## [YOUR GOAL]
Go through the data below and report how many lines contain "createTestContext"; the reply holds only that number.

## [DATA FOR PROCESSING]
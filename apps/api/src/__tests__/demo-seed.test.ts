/* eslint-disable @nx/enforce-module-boundaries -- checks the seed in seeds/, which has no test project of its own */
import request from 'supertest';
import { afterAll, beforeAll, describe, expect, it } from 'vitest';
import { demoPassword, seedDemo } from '../../../../seeds/demo';
import { createTestContext, csrf, type TestContext } from '../test-support/test-app';

let ctx: TestContext;
beforeAll(async () => {
  ctx = await createTestContext();
  expect(await seedDemo(ctx.db)).toBe(true);
});
afterAll(() => ctx.close());

const signIn = (email: string) => request(ctx.app).post('/api/auth/sign-in').set(csrf).send({ email, password: demoPassword });

describe('the demo seed', () => {
  it('lets every demo account sign in with the demo password, in the right roles', async () => {
    const expectations: Record<string, string[]> = {
      'owner@harbour-works.test': ['Brackenfold Garage:viewer', 'Harbour Works:owner'],
      'mechanic@harbour-works.test': ['Harbour Works:mechanic'],
      'buyer@harbour-works.test': ['Harbour Works:buyer'],
      'viewer@harbour-works.test': ['Harbour Works:viewer'],
      'owner@brackenfold-garage.test': ['Brackenfold Garage:owner'],
      'admin@tappet.test': [],
    };
    for (const [email, memberships] of Object.entries(expectations)) {
      const res = await signIn(email);
      expect(res.status, email).toBe(200);
      expect(res.body.memberships.map((m: { shopName: string; role: string }) => `${m.shopName}:${m.role}`)).toEqual(memberships);
      expect(res.body.user.isPlatformAdmin).toBe(email === 'admin@tappet.test');
    }
  });

  it("starts the Harbour Works owner in the shop they own", async () => {
    const res = await signIn('owner@harbour-works.test');
    const owned = res.body.memberships.find((m: { role: string }) => m.role === 'owner');
    expect(res.body.activeShopId).toBe(owned.shopId);
  });

  it('shows shop administration alive: an open invitation, an API key and their audit entries', async () => {
    const agent = request.agent(ctx.app);
    const res = await agent.post('/api/auth/sign-in').set(csrf).send({ email: 'owner@harbour-works.test', password: demoPassword });
    const shopId = res.body.activeShopId as string;
    const staff = await agent.get(`/api/shops/${shopId}/staff`).expect(200);
    expect(JSON.stringify(staff.body)).toContain('counter@harbour-works.test');
    const keys = await agent.get(`/api/shops/${shopId}/api-keys`).expect(200);
    expect(keys.body.keys.map((k: { label: string }) => k.label)).toContain('Stock level feed');
    const audit = await agent.get(`/api/shops/${shopId}/audit-events?entity=invitation`).expect(200);
    expect(JSON.stringify(audit.body)).toContain('invitation.created');
  });

  it('gives the buyer a 500.00 spending limit', async () => {
    const res = await signIn('buyer@harbour-works.test');
    expect(res.body.memberships[0].spendingLimitMinor).toBe(50_000);
  });

  it('does nothing when users exist already', async () => {
    expect(await seedDemo(ctx.db)).toBe(false);
  });
});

## [SOLUTION TO THIS EXERCISE]
2